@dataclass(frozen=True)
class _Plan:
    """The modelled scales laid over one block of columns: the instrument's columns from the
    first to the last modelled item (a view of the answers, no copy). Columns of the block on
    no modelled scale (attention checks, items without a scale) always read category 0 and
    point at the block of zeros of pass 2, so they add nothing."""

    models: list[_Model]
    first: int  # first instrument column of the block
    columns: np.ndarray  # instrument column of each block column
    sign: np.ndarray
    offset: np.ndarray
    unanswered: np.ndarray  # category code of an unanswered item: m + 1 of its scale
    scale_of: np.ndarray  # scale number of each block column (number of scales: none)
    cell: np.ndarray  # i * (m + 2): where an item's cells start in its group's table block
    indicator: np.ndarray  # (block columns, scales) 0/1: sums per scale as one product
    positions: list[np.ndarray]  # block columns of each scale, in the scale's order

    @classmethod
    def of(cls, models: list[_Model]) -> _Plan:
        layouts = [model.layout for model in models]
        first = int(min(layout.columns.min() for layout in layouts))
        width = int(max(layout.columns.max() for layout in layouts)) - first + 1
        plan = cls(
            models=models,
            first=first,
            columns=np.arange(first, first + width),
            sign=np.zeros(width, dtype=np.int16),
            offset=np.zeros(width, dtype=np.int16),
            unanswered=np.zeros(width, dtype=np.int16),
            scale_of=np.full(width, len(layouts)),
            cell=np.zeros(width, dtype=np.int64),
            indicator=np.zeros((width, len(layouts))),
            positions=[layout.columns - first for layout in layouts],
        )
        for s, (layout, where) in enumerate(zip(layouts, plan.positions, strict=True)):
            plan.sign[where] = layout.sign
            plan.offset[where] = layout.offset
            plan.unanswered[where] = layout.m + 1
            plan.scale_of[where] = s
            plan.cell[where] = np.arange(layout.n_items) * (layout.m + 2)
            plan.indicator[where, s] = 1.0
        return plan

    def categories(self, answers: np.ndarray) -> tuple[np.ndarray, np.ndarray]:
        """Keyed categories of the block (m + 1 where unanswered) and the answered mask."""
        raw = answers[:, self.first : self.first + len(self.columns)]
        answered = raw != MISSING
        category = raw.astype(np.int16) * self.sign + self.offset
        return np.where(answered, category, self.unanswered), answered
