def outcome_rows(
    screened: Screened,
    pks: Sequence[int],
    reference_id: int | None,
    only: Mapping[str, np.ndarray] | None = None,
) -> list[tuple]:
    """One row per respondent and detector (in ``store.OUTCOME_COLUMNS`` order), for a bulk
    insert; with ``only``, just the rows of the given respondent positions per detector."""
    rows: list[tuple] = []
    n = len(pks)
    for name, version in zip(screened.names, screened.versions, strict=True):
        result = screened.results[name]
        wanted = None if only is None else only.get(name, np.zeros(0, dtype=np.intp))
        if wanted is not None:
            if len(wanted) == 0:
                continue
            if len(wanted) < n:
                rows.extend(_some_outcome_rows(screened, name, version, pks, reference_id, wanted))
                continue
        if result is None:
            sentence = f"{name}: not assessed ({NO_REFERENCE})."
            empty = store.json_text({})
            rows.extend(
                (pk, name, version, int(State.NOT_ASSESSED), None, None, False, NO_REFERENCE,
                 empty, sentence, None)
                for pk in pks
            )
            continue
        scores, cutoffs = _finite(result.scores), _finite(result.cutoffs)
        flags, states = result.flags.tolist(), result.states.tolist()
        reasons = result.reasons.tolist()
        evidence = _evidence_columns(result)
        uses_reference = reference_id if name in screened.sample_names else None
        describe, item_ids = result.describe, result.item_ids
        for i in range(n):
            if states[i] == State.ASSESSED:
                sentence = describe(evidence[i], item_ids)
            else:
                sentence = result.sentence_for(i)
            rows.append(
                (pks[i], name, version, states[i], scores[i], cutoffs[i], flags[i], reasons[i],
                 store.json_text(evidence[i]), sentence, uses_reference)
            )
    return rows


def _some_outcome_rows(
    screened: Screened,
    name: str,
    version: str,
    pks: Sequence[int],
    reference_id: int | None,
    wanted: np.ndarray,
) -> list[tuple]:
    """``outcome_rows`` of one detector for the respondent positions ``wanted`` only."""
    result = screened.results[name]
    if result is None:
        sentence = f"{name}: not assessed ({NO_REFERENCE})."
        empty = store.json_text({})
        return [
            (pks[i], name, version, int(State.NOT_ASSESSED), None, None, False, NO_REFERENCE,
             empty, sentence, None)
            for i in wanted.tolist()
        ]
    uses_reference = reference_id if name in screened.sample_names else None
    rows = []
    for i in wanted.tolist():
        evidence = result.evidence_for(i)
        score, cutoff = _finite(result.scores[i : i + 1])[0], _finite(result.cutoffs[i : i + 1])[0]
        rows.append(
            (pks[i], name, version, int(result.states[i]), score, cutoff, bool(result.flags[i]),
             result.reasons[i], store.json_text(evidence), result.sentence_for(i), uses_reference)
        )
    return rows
⁂
→ Exercise aim:
Retype the line containing "store.json_text(evidence[i]), sentence, uses_reference)" and all the lines after it, ending with the final line of the material, exactly.

→ Written response:
                 store.json_text(evidence[i]), sentence, uses_reference)
            )
    return rows


def _some_outcome_rows(
    screened: Screened,
    name: str,
    version: str,
    pks: Sequence[int],
    reference_id: int | None,
    wanted: np.ndarray,
) -> list[tuple]:
    """``outcome_rows`` of one detector for the respondent positions ``wanted`` only."""
    result = screened.results[name]
    if result is None:
        sentence = f"{name}: not assessed ({NO_REFERENCE})."
        empty = store.json_text({})
        return [
            (pks[i], name, version, int(State.NOT_ASSESSED), None, None, False, NO_REFERENCE,
             empty, sentence, None)
            for i in wanted.tolist()
        ]
    uses_reference = reference_id if name in screened.sample_names else None
    rows = []
    for i in wanted.tolist():
        evidence = result.evidence_for(i)
        score, cutoff = _finite(result.scores[i : i + 1])[0], _finite(result.cutoffs[i : i + 1])[0]
        rows.append(
            (pks[i], name, version, int(result.states[i]), score, cutoff, bool(result.flags[i]),
             result.reasons[i], store.json_text(evidence), result.sentence_for(i), uses_reference)
        )
    return rows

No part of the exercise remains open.